原稿用紙に書き始める前、5〜10分は、必ず「ブレスト」をする。この時間は無駄ではない。何をどう書くか、構成は、組み立てはどうする、キーワードは、キーセンテンスは、等、練習時と同じように考える。使えると思ったものはメモ、過去の自分の作品の中に使えるものがあるか、脳内ファイルを高速で繰る。
本番の試験は、一発勝負。まず、書き直しはできないと思ってよい。ただ、「問題意識を持ち、批判的に考察する」ことを自分のものにし、「考察の座標軸」が定まっているなら、余裕を持って見通しを立てられるはず。
8.全体を通して、キーとなる言葉を意識的に使う。
主張となるキーワードはもちろん、主張につながるキーワードも意識して取捨選択する。それぞれの点が線となり、自然に主張につながるのが理想。小論文では、キーワード間に論理の飛躍が、ある程度あるのは想定内、というより、読者に「ここの所をもっと詳しく聞いてみたい」と思わせられるか。新しいトピックを付け足さず、さらに詳しく書けるのか。
接続詞や副詞も意識せよ。無意識に鉛筆が走るままに使わない。ここ一番で効果的に使用せよ。また、上級学年になるほど、ことわざ、慣用句、故事成語等の効果的な使用は難しくなる。が、使えると思ったら挑戦してもよい。
9.書く前、書いている途中、提出する前に、注意点を確認する。
組み立て、構成が決まれば、一気呵成に仕上げることになるが、はやる筆をやや抑え、大幅な書き直しはできないことを胸に、慎重に書き進めよう。途中で浮かんだ、キーワードやフレーズは、どこで使うかを考えつつメモしておく。
「主張」→「根拠」と書き進めたら、「譲歩」の前で一呼吸、当初考えていたので良いか吟味する。さらに、「譲歩」まで書き終えたら、全体を再度、俯瞰、第一段落と呼応するよう、最終段落をキメル。
10.以上を心に留めた上で、何をどう書こうと本来は自由である。
これは、常に心の隅に置いておこう。批判的思考の基本だ。ただ、「自由」の意味を履き違えないことも基本だ。それがわかった上で、自由奔放に書くなら、それもよいかも。
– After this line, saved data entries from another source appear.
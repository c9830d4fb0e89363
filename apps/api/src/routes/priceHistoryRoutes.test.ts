import Papa from 'papaparse';
import request from 'supertest';
import { describe, expect, it } from 'vitest';
import { app, createOpenRequest, createWorld, knex } from '../test/harness';

const bearer = (token: string) => ({ Authorization: `Bearer ${token}` });

/** Dies priced by a known rule, 40,000 + 300 × inches + 500 × features cents, with a little seeded spread. */
function syntheticCsv(n: number): string {
  let seed = 7;
  const rand = () => (seed = (seed * 16807) % 2147483647) / 2147483647;
  const rows = ['Date,Supplier,Die price,Rule length (in),Bends,Curves,Joints,Punches'];
  for (let i = 0; i < n; i++) {
    const inches = 40 + Math.round(rand() * 300);
    const bends = Math.round(rand() * 60);
    const cents = 40_000 + 300 * inches + 500 * bends + Math.round((rand() - 0.5) * 4000);
    rows.push(`2026-0${1 + (i % 9)}-15,Shop ${i % 3},${(cents / 100).toFixed(2)},${inches},${bends},0,0,0`);
  }
  return `${rows.join('\n')}\n`;
}
const mapping = {
  pricedOn: 'Date',
  shopName: 'Supplier',
  diePrice: 'Die price',
  ruleLengthIn: 'Rule length (in)',
  bends: 'Bends',
  curves: 'Curves',
  joints: 'Joints',
  punches: 'Punches',
};

async function importCsv(token: string, csv: string) {
  return request(app)
    .post('/api/price-history/import')
    .set(bearer(token))
    .attach('file', Buffer.from(csv), 'history.csv')
    .field('mapping', JSON.stringify(mapping));
}

describe('price history', () => {
  it('exports an imported shop name that starts a formula as text (OWASP, CSV Injection), its amount still a number', async () => {
    const w = await createWorld();
    const evil = '=HYPERLINK("http://evil.example","Open")';
    const csv = `Date,Supplier,Die price,Rule length (in),Bends,Curves,Joints,Punches\n2026-03-15,"${evil.replaceAll('"', '""')}",412.50,120,10,0,0,0\n2026-03-16,@Plain Shop,99.00,50,2,0,0,0\n`;
    expect((await importCsv(w.tokens.purchasing, csv)).status).toBe(201);
    const exported = await request(app).get('/api/price-history/export.csv').set(bearer(w.tokens.purchasing));
    const rows = Papa.parse<string[]>(exported.text.trim()).data;
    const byShop = new Map(rows.slice(1).map((r) => [r[1], r]));
    expect(byShop.get(`'${evil}`)?.[2]).toBe('412.50');
    expect(byShop.has(`'@Plain Shop`)).toBe(true);
    expect(rows.slice(1).some((r) => /^[=+\-@]/.test(r[1]!))).toBe(false);
  });

  it('reads a rule-length column headed in millimetres as millimetres, and exports in each reader’s units', async () => {
    const w = await createWorld();
    // 2,540 mm is 100 in exactly (1 in = 25.4 mm, ISO 80000-3).
    const csv = 'Date,Supplier,Die price,Rule length (mm)\n2026-03-15,Metric Dies,500.00,2540\n';
    const imported = await request(app)
      .post('/api/price-history/import')
      .set(bearer(w.tokens.purchasing))
      .attach('file', Buffer.from(csv), 'history.csv')
      .field(
        'mapping',
        JSON.stringify({
          pricedOn: 'Date',
          shopName: 'Supplier',
          diePrice: 'Die price',
          ruleLengthIn: 'Rule length (mm)',
        }),
      );
    expect(imported.status, JSON.stringify(imported.body)).toBe(201);
    const listed = await request(app).get('/api/price-history').set(bearer(w.tokens.purchasing));
    expect(listed.body.items[0].ruleLengthIn).toBeCloseTo(100, 6);

    const column = async (heading: string) => {
      const text = (await request(app).get('/api/price-history/export.csv').set(bearer(w.tokens.purchasing))).text;
      const [head = [], row = []] = Papa.parse<string[]>(text.trim()).data;
      return [head.includes(heading), row[head.indexOf(heading)]];
    };
    expect(await column('Rule length (in)')).toEqual([true, '100']);
    const chosen = await request(app)
      .put('/api/me/preferences')
      .set(bearer(w.tokens.purchasing))
      .send({ lengthUnits: 'mm' });
    expect(chosen.status).toBe(200);
    expect(await column('Rule length (mm)')).toEqual([true, '2540']);
  });

  it('imports a CSV whole, lists it with filters, exports it, and fits it', async () => {
    const w = await createWorld();
    const preview = await request(app)
      .post('/api/price-history/import/preview')
      .set(bearer(w.tokens.purchasing))
      .attach('file', Buffer.from(syntheticCsv(40)), 'history.csv');
    expect(preview.status).toBe(200);
    expect(preview.body.totalRows).toBe(40);
    expect(preview.body.suggested).toMatchObject({ pricedOn: 'Date', shopName: 'Supplier', diePrice: 'Die price' });

    const imported = await importCsv(w.tokens.purchasing, syntheticCsv(40));
    expect(imported.status, JSON.stringify(imported.body)).toBe(201);
    expect(imported.body.imported).toBe(40);

    const page = await request(app).get('/api/price-history?pageSize=10&minIn=100').set(bearer(w.tokens.buyer));
    expect(page.body.items).toHaveLength(10);
    expect(page.body.items.every((r: { ruleLengthIn: number }) => r.ruleLengthIn >= 100)).toBe(true);

    const csv = await request(app).get('/api/price-history/export.csv').set(bearer(w.tokens.buyer));
    expect(csv.headers['content-type']).toContain('text/csv');
    expect(csv.text.split('\n')[0]).toContain('Die price');
    expect(csv.text.trim().split('\n')).toHaveLength(41);

    const fit = await request(app).get('/api/price-history/fit').set(bearer(w.tokens.purchasing));
    expect(fit.status).toBe(200);
    expect(fit.body.fit.enough).toBe(true);
    expect(fit.body.fit.n).toBe(40);
    // The known rule: 300 cents an inch (within the spread), when the linear model is chosen.
    if (fit.body.fit.model === 'linear') expect(fit.body.fit.coefficients.perInch).toBeGreaterThan(250);
    expect(fit.body.curve.length).toBeGreaterThan(2);

    // The fair-price band for a request with the 4 × 3 in test rectangle (18 in of rule, 6 features).
    const open = await createOpenRequest(w);
    const fair = await request(app).get(`/api/requests/${open.id}/fair-price`).set(bearer(w.tokens.purchasing));
    expect(fair.body.enough).toBe(true);
    expect(fair.body.band.lowCents).toBeLessThanOrEqual(fair.body.band.typicalCents);
    expect(fair.body.band.typicalCents).toBeLessThanOrEqual(fair.body.band.highCents);
    expect(fair.body.band.extrapolated).toBe(true); // 18 in is shorter than every imported die
  });

  it('imports nothing when any row is wrong, and lists every problem', async () => {
    const w = await createWorld();
    const bad = `${syntheticCsv(5)}2026-13-40,Shop X,abc,12,1,0,0,0\n`;
    const res = await importCsv(w.tokens.purchasing, bad);
    expect(res.status).toBe(400);
    expect(res.body.error.code).toBe('import_rejected');
    expect(res.body.error.details.rows.map((r: { row: number; field: string }) => [r.row, r.field])).toEqual([
      [7, 'Date'],
      [7, 'Die price'],
    ]);
    expect(await knex('priceRecords').where({ organisationId: w.printer.id })).toHaveLength(0);
  });

  it('says so when there is too little history to fit', async () => {
    const w = await createWorld();
    await importCsv(w.tokens.purchasing, syntheticCsv(3));
    const fit = await request(app).get('/api/price-history/fit').set(bearer(w.tokens.purchasing));
    expect(fit.body.fit.enough).toBe(false);
    expect(fit.body.fit.reason).toBeTruthy();
  });

  it('keeps each printer’s history to itself, and refuses shops, buyers importing, and odd filters', async () => {
    const w = await createWorld();
    const other = await createWorld();
    await importCsv(w.tokens.purchasing, syntheticCsv(4));
    const theirs = await request(app).get('/api/price-history').set(bearer(other.tokens.purchasing));
    expect(theirs.body.total).toBe(0);
    expect((await request(app).get('/api/price-history').set(bearer(w.tokens.estimator))).status).toBe(403);
    expect((await importCsv(w.tokens.buyer, syntheticCsv(2))).status).toBe(403);
    for (const q of ['minIn=1;DROP TABLE price_records', "complexity=' OR 1=1 --", 'from=2026-01-01%27']) {
      expect((await request(app).get(`/api/price-history?${q}`).set(bearer(w.tokens.buyer))).status).toBe(400);
    }
    expect(await knex('priceRecords').where({ organisationId: w.printer.id })).toHaveLength(4);
  });
});
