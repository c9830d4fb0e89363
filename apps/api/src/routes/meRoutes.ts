import { Router, type RequestHandler } from 'express';
import { PreferencesUpdate } from '@kerfmark/contracts';
import { parse } from '../lib/parse';
import type { Services } from '../services';

export function meRoutes(services: Services, requireAuth: RequestHandler): Router {
  const router = Router();
  router.use(requireAuth);

  router.get('/', async (req, res) => {
    res.json(await services.auth.me(req.user!));
  });

  router.get('/dashboard', async (req, res) => {
    res.json(await services.dashboard.dashboard(req.user!));
  });

  /** Which notices also come by e-mail; every kind is on until the user turns it off. */
  router.get('/preferences', async (req, res) => {
    res.json(await services.preferences.read(req.user!));
  });

  router.put('/preferences', async (req, res) => {
    res.json(await services.preferences.update(req.user!, parse(PreferencesUpdate, req.body)));
  });

  return router;
}
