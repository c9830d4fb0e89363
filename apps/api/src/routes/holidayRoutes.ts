import { Router, type RequestHandler } from 'express';
import { HolidayCreate, HolidayRegionsQuery, HolidayYearQuery, PublicHolidaysLoad } from '@kerfmark/contracts';
import { parse, parseId } from '../lib/parse';
import { allow } from '../middleware/allow';
import type { Services } from '../services';

/** A die shop's holidays: its people read the calendar, its admin keeps it. */
export function holidayRoutes(services: Services, requireAuth: RequestHandler): Router {
  const router = Router();
  router.use(requireAuth, allow({ kind: 'die_shop' }));
  const adminOnly = allow({ roles: ['admin'] });

  router.get('/', async (req, res) => {
    res.json(await services.holidays.year(req.user!, parse(HolidayYearQuery, req.query).year));
  });

  router.get('/regions', async (req, res) => {
    res.json(await services.holidays.places(req.user!, parse(HolidayRegionsQuery, req.query).country));
  });

  router.post('/', adminOnly, async (req, res) => {
    res.status(201).json(await services.holidays.add(req.user!, parse(HolidayCreate, req.body)));
  });

  router.post('/public', adminOnly, async (req, res) => {
    res.json(await services.holidays.loadPublic(req.user!, parse(PublicHolidaysLoad, req.body)));
  });

  router.delete('/:id', adminOnly, async (req, res) => {
    await services.holidays.remove(req.user!, parseId(req.params.id, 'That holiday'));
    res.status(204).end();
  });

  return router;
}
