import request from 'supertest';
import { beforeAll, describe, expect, it } from 'vitest';
import { app, createOpenRequest, createPress, createWorld, unique, type World } from '../test/harness';

type Actor = 'anonymous' | 'buyer' | 'purchasing' | 'printerAdmin' | 'estimator' | 'shopAdmin';

interface RouteCase {
  name: string;
  send: (world: World, actor: Actor) => request.Test;
  expect: Record<Actor, number>;
}

const everyone = (status: number, anonymous = 401): Record<Actor, number> => ({
  anonymous,
  buyer: status,
  purchasing: status,
  printerAdmin: status,
  estimator: status,
  shopAdmin: status,
});

// Each role's access to each route: role and organisation kind, enforced by the API.
const cases: RouteCase[] = [
  { name: 'GET /api/health', send: () => request(app).get('/api/health'), expect: everyone(200, 200) },
  { name: 'GET /api/me', send: () => request(app).get('/api/me'), expect: everyone(200) },
  { name: 'GET /api/users', send: () => request(app).get('/api/users'), expect: everyone(200) },
  {
    name: 'POST /api/users',
    send: (_w, actor) =>
      request(app)
        .post('/api/users')
        .send({ email: `new-${unique()}@test.example`, name: 'New Person', role: actor === 'shopAdmin' ? 'estimator' : 'buyer' }),
    expect: { anonymous: 401, buyer: 403, purchasing: 403, printerAdmin: 201, estimator: 403, shopAdmin: 201 },
  },
  {
    name: 'PATCH /api/users/:id',
    send: (w, actor) =>
      request(app)
        .patch(`/api/users/${actor === 'shopAdmin' || actor === 'estimator' ? w.users.estimator.id : w.users.purchasing.id}`)
        .send({ role: actor === 'shopAdmin' || actor === 'estimator' ? 'estimator' : 'purchasing' }),
    expect: { anonymous: 401, buyer: 403, purchasing: 403, printerAdmin: 200, estimator: 403, shopAdmin: 200 },
  },
  {
    name: 'GET /api/invitations',
    send: () => request(app).get('/api/invitations'),
    expect: { anonymous: 401, buyer: 403, purchasing: 403, printerAdmin: 200, estimator: 403, shopAdmin: 200 },
  },
  {
    name: 'GET /api/presses',
    send: () => request(app).get('/api/presses'),
    expect: { anonymous: 401, buyer: 200, purchasing: 200, printerAdmin: 200, estimator: 403, shopAdmin: 403 },
  },
  {
    name: 'POST /api/presses',
    send: () =>
      request(app).post('/api/presses').send({
        name: `Press ${unique()}`,
        kind: 'platen',
        maxSheetWidthIn: 22,
        maxSheetLengthIn: 30,
        typicalSpeedSph: 4000,
        maxSpeedSph: 5000,
      }),
    expect: { anonymous: 401, buyer: 403, purchasing: 403, printerAdmin: 201, estimator: 403, shopAdmin: 403 },
  },
  {
    name: 'PATCH /api/presses/:id',
    send: (w) => request(app).patch(`/api/presses/${pressIds.get(w)}`).send({ typicalSpeedSph: 3500 }),
    expect: { anonymous: 401, buyer: 403, purchasing: 403, printerAdmin: 200, estimator: 403, shopAdmin: 403 },
  },
  { name: 'GET /api/me/dashboard', send: () => request(app).get('/api/me/dashboard'), expect: everyone(200) },
  { name: 'GET /api/me/preferences', send: () => request(app).get('/api/me/preferences'), expect: everyone(200) },
  { name: 'GET /api/notifications', send: () => request(app).get('/api/notifications'), expect: everyone(200) },
  { name: 'GET /api/library', send: () => request(app).get('/api/library'), expect: everyone(200) },
  {
    name: 'GET /api/requests',
    send: () => request(app).get('/api/requests'),
    expect: { anonymous: 401, buyer: 200, purchasing: 200, printerAdmin: 200, estimator: 403, shopAdmin: 403 },
  },
  {
    name: 'POST /api/requests',
    send: () => request(app).post('/api/requests').send({ title: `Access ${unique()}`, quantity: 1, ups: 1, ruleTypes: ['cut'] }),
    expect: { anonymous: 401, buyer: 201, purchasing: 201, printerAdmin: 201, estimator: 403, shopAdmin: 403 },
  },
  {
    name: 'GET /api/requests/:id',
    send: (w) => request(app).get(`/api/requests/${openIds.get(w)}`),
    expect: everyone(200),
  },
  {
    name: 'GET /api/requests/:id/bids (sealed until the deadline)',
    send: (w) => request(app).get(`/api/requests/${openIds.get(w)}/bids`),
    expect: { anonymous: 401, buyer: 404, purchasing: 404, printerAdmin: 404, estimator: 403, shopAdmin: 403 },
  },
  {
    name: 'GET /api/marketplace/requests',
    send: () => request(app).get('/api/marketplace/requests'),
    expect: { anonymous: 401, buyer: 403, purchasing: 403, printerAdmin: 403, estimator: 200, shopAdmin: 200 },
  },
  {
    name: 'GET /api/die-shops',
    send: () => request(app).get('/api/die-shops'),
    expect: { anonymous: 401, buyer: 200, purchasing: 200, printerAdmin: 200, estimator: 403, shopAdmin: 403 },
  },
  {
    name: 'GET /api/price-history',
    send: () => request(app).get('/api/price-history'),
    expect: { anonymous: 401, buyer: 200, purchasing: 200, printerAdmin: 200, estimator: 403, shopAdmin: 403 },
  },
  {
    name: 'GET /api/estimate-aid',
    send: () => request(app).get('/api/estimate-aid'),
    expect: { anonymous: 401, buyer: 403, purchasing: 403, printerAdmin: 403, estimator: 200, shopAdmin: 200 },
  },
  {
    name: 'POST /api/requests/:id/award (bids still sealed)',
    send: (w) => request(app).post(`/api/requests/${openIds.get(w)}/award`).send({ bidId: 1 }),
    expect: { anonymous: 401, buyer: 403, purchasing: 409, printerAdmin: 409, estimator: 403, shopAdmin: 403 },
  },
  {
    name: 'POST /api/auth/logout',
    send: () => request(app).post('/api/auth/logout'),
    expect: everyone(204),
  },
];

const pressIds = new WeakMap<World, number>();
const openIds = new WeakMap<World, number>();
let world: World;

beforeAll(async () => {
  world = await createWorld();
  pressIds.set(world, (await createPress(world.printer)).id);
  openIds.set(world, (await createOpenRequest(world)).id);
});

describe('role-by-route access', () => {
  const actors: Actor[] = ['anonymous', 'buyer', 'purchasing', 'printerAdmin', 'estimator', 'shopAdmin'];
  for (const route of cases) {
    for (const actor of actors) {
      it(`${route.name} as ${actor} → ${route.expect[actor]}`, async () => {
        // Sign-out revokes the token, so that case gets a fresh world of its own.
        const w = route.name.includes('logout') ? await createWorld() : world;
        let req = route.send(w, actor);
        if (actor !== 'anonymous') req = req.set('Authorization', `Bearer ${w.tokens[actor]}`);
        const res = await req;
        expect(res.status, JSON.stringify(res.body)).toBe(route.expect[actor]);
        if (res.status >= 400) expect(res.body.error.code).toBeTruthy();
      });
    }
  }
});
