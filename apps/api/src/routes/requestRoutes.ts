import { Router, type RequestHandler } from 'express';
import { z } from 'zod';
import {
  AnswerCreate,
  DieRequestCreate,
  DieRequestUpdate,
  QuestionCreate,
  RequestListQuery,
} from '@kerfmark/contracts';
import { parse, parseId } from '../lib/parse';
import { allow } from '../middleware/allow';
import { uploadDieline } from '../middleware/uploadDieline';
import type { Services } from '../services';

const CancelInput = z.object({ reason: z.string().trim().max(1000).default('') });

export function requestRoutes(services: Services, requireAuth: RequestHandler, maxUploadBytes: number): Router {
  const router = Router();
  router.use(requireAuth);
  const printer = allow({ kind: 'printer' });
  const id = (value: unknown) => parseId(value, 'That die request');

  router.get('/', printer, async (req, res) => {
    res.json(await services.requests.list(req.user!, parse(RequestListQuery, req.query)));
  });

  router.post('/', printer, async (req, res) => {
    res.status(201).json(await services.requests.create(req.user!, parse(DieRequestCreate, req.body)));
  });

  router.get('/:id', async (req, res) => {
    res.json(await services.requests.detail(req.user!, id(req.params.id)));
  });

  router.get('/:id/fair-price', printer, async (req, res) => {
    res.json(await services.priceHistory.fairPrice(req.user!, id(req.params.id)));
  });

  router.patch('/:id', printer, async (req, res) => {
    res.json(await services.requests.update(req.user!, id(req.params.id), parse(DieRequestUpdate, req.body)));
  });

  router.post('/:id/publish', printer, async (req, res) => {
    res.json(await services.requests.publish(req.user!, id(req.params.id)));
  });

  router.post('/:id/cancel', printer, async (req, res) => {
    const { reason } = parse(CancelInput, req.body);
    res.json(await services.requests.cancel(req.user!, id(req.params.id), reason));
  });

  router.post('/:id/files', printer, uploadDieline(maxUploadBytes), async (req, res) => {
    res.status(201).json(await services.files.upload(req.user!, id(req.params.id), req.file!));
  });

  router.post('/:id/questions', allow({ kind: 'die_shop' }), async (req, res) => {
    const { question } = parse(QuestionCreate, req.body);
    res.status(201).json(await services.requests.ask(req.user!, id(req.params.id), question));
  });

  router.post('/:id/questions/:questionId/answer', printer, async (req, res) => {
    const { answer } = parse(AnswerCreate, req.body);
    res.json(
      await services.requests.answer(
        req.user!,
        id(req.params.id),
        parseId(req.params.questionId, 'That question'),
        answer,
      ),
    );
  });

  return router;
}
・テーマに対し、どのような体験から、何を考えたか、悩んだか、喜びを共有したか、そこから他人に伝えたい何(主張)が生まれたかを書きたい。 ・相手は大学教授、知識では負ける。「思考過程」「経験」で、ほおーっと感心させる。 |
[その他:練習中は]
1.履修した小論文教室の復習をしてから書く。
2.コピーしなければ、過去の作品の題材を使ってよい。さらに、深める方向で。
3.調べた語句や言い回しはメモをする。
4.780字から1000字書く。